What to work on:
Using the records that appear below, write out exactly the lines from the one with "a warning)." through the one with "57 times too", keeping both end lines.

Data to examine:
_ _ _

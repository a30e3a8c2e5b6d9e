"""The kinds of BIDS field maps: what each needs, how EPI groups form, and phase-unit checks.

* :func:`classify_gre` names a gradient-echo acquisition's kind from its files and lists
  what is missing (a missing ``magnitude1`` beside a ``magnitude2`` is worked around, with
  a warning).
* :func:`epi_groups` forms reversed phase-encode field maps from ``fmap/*_epi`` images and
  ``perf/*_m0scan`` images with a ``B0FieldIdentifier``: one group per identifier, else
  per shared ``IntendedFor``, else per entity stem without ``dir-``.
* :func:`check_declared_phase_units` refuses a sidecar ``Units`` that contradicts the
  values: ``deg`` on a phase image whose values span +-pi would give a field 57 times too
  small (a few Hz across a head, which no scanner gives), so both readings are named.
"""

from __future__ import annotations

import math
from pathlib import Path

import numpy as np

from ..errors import UnitError
from .bids import as_list, parse_bids_name, pe_code_problem
from .inventory import FieldMapAcquisition

__all__ = ["classify_gre", "epi_groups", "check_declared_phase_units", "declared_phase_units", "number"]

_PHASE_UNITS = {"rad": "rad", "radian": "rad", "radians": "rad", "deg": "deg", "degree": "deg", "degrees": "deg"}


def number(meta: dict, key: str) -> float | None:
    """A finite number from a sidecar (None when absent or not a number)."""
    value = meta.get(key)
    if isinstance(value, bool) or not isinstance(value, (int, float)) or not math.isfinite(value):
        return None
    return float(value)


def declared_phase_units(meta: dict) -> str | None:
    """``rad`` or ``deg`` from a sidecar's BIDS ``Units`` (None when absent or other)."""
    return _PHASE_UNITS.get(str(meta.get("Units") or "").strip().lower())


def classify_gre(fm: FieldMapAcquisition) -> None:
    """Set the kind of a gradient-echo acquisition and list what it lacks."""
    roles = set(fm.files)
    if "phasediff" in roles:
        fm.kind = "phasediff"
        if "magnitude1" not in roles and "magnitude2" in roles:
            fm.warnings.append(f"{fm.key}: no magnitude1 image; magnitude2 is used for the mask and the reference")
        elif "magnitude1" not in roles:
            fm.add_problem("phase-difference field map has no magnitude image (magnitude1 or magnitude2)")
        meta = fm.metadata.get("phasediff", {})
        for key in ("EchoTime1", "EchoTime2"):
            if number(meta, key) is None:
                fm.add_problem(f"phasediff sidecar has no numeric {key}")
    elif "phase1" in roles or "phase2" in roles:
        fm.kind = "phase-pair"
        for role in ("phase1", "phase2", "magnitude1", "magnitude2"):
            if role not in roles:
                fm.add_problem(f"two-phase field map has no {role} image")
        for role in ("phase1", "phase2"):
            if role in roles and number(fm.metadata.get(role, {}), "EchoTime") is None:
                fm.add_problem(f"{role} sidecar has no numeric EchoTime")
    elif "fieldmap" in roles:
        fm.kind = "fieldmap"
        if "magnitude" not in roles:
            fm.add_problem("field map has no magnitude image")
        if not fm.metadata.get("fieldmap", {}).get("Units"):
            fm.add_problem("fieldmap sidecar has no Units")
    else:
        fm.kind = "unsupported"
        fm.add_problem("magnitude image(s) without a phase or field-map image: " + ", ".join(sorted(roles)))


def _group_of(meta: dict, name) -> tuple:
    idents = as_list(meta.get("B0FieldIdentifier"))
    if idents:
        return ("identifier", str(idents[0]))
    intended = tuple(sorted(str(e) for e in as_list(meta.get("IntendedFor"))))
    if intended:
        return ("intended", intended)
    return ("entities", name.stem(drop=("dir",)))


def epi_groups(context, subject: str, members: list[tuple[Path, str]], taken: set[str]
               ) -> list[FieldMapAcquisition]:
    """Reversed phase-encode field maps from EPI images (``fmap`` epi, ``perf`` m0scan).

    Each group's key is the entity stem of its first image without ``dir-``; each image's
    role is its file stem. A group needs images of at least two phase-encode directions,
    each with a BIDS phase-encode code and a readout time (TotalReadoutTime or
    EffectiveEchoSpacing), possibly inherited.
    """
    groups: dict[tuple, list[tuple[Path, str, dict, list[str]]]] = {}
    for path, session in members:
        name = parse_bids_name(path.name)
        meta = context.sidecars.metadata(path)
        problems = meta.problems + [p for p in [context.input_problem(path)] if p]
        groups.setdefault((session, name.suffix, _group_of(meta.values, name)), []).append(
            (path, name.stem(drop=("dir",)), meta.values, problems))
    found = []
    for (session, _, _), items in sorted(groups.items(), key=lambda kv: str(kv[0])):
        items.sort(key=lambda item: item[0].name)
        fm = FieldMapAcquisition(items[0][1], subject, session, kind="epi")
        if fm.key in taken:
            fm.add_problem(f"another field map of this subject has the entities {fm.key}; give the reversed "
                           "phase-encode images their own acq- entity")
        taken.add(fm.key)
        codes = []
        for path, _, meta, problems in items:
            role = path.name.split(".")[0]
            fm.files[role] = context.relative(path)
            fm.metadata[role] = meta
            fm.unreadable.extend(p for p in problems if not p.startswith(fm.files[role]))
            for problem in problems:
                fm.add_problem(problem)
            _check_member(fm, context.relative(path), meta, codes)
        if len(set(codes)) < 2:
            shown = ", ".join(sorted(set(codes))) or "none"
            fm.add_problem("a reversed phase-encode field map needs images of at least two phase-encode "
                           f"directions (found {shown})")
        found.append(fm)
    return found


def _check_member(fm: FieldMapAcquisition, rel: str, meta: dict, codes: list[str]) -> None:
    problem = pe_code_problem(meta.get("PhaseEncodingDirection"), rel)
    if problem:
        fm.add_problem(problem)
    else:
        codes.append(meta["PhaseEncodingDirection"])
    if number(meta, "TotalReadoutTime") is None and number(meta, "EffectiveEchoSpacing") is None:
        fm.add_problem(f"{rel}: sidecar has neither TotalReadoutTime nor EffectiveEchoSpacing")


def check_declared_phase_units(values: np.ndarray, declared: str, delta_te_s: float | None, path) -> None:
    """Refuse a declared phase unit that the values contradict, naming both readings.

    The field a reading implies decides (common practice, no source): wrapped phase in
    radians lies in [-pi, pi]; a phase image declared in degrees whose values all stay
    within +-pi (1% tolerance) would mean fields of at most pi/180 / (2 pi dTE), a few Hz
    for millisecond echo spacings, across a whole head, which no scanner gives; declared
    in radians, values beyond +-pi cannot be wrapped radians. A nearly constant image
    (spread under 0.1) decides nothing.

    Raises
    ------
    UnitError
        With the range of the values and the field each reading gives.

    Examples
    --------
    >>> check_declared_phase_units(np.array([-3.1, 0.0, 3.1]), "deg", 0.00246, "pd.nii.gz")
    ... # doctest: +IGNORE_EXCEPTION_DETAIL
    Traceback (most recent call last):
    fieldfix.errors.UnitError: pd.nii.gz: the sidecar says Units deg, but ...
    """
    finite = values[np.isfinite(values)]
    if finite.size == 0:
        return
    lo, hi = float(finite.min()), float(finite.max())
    peak = max(abs(lo), abs(hi))
    within_pi = peak <= math.pi * 1.01

    def field_hz(scale: float) -> str:
        return f"+-{peak * scale / (2 * math.pi * delta_te_s):.3g} Hz" if delta_te_s else "n/a"

    readings = (f"read as degrees the field would span {field_hz(math.pi / 180)}, read as radians "
                f"{field_hz(1.0)}")
    if declared == "deg" and within_pi and hi - lo > 0.1:
        raise UnitError(f"the sidecar says Units deg, but the values span {lo:.3g} to {hi:.3g}, within the range "
                        f"of radians; {readings}; no scanner gives a field of a few Hz across a head: give the phase "
                        "units explicitly (phase_units)", path)
    if declared == "rad" and not within_pi:
        raise UnitError(f"the sidecar says Units rad, but the values span {lo:.3g} to {hi:.3g}, beyond +-pi; "
                        f"{readings}: give the phase units explicitly (phase_units)", path)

_ _ _

Your solution:
  a warning).
* :func:`epi_groups` forms reversed phase-encode field maps from ``fmap/*_epi`` images and
  ``perf/*_m0scan`` images with a ``B0FieldIdentifier``: one group per identifier, else
  per shared ``IntendedFor``, else per entity stem without ``dir-``.
* :func:`check_declared_phase_units` refuses a sidecar ``Units`` that contradicts the
  values: ``deg`` on a phase image whose values span +-pi would give a field 57 times too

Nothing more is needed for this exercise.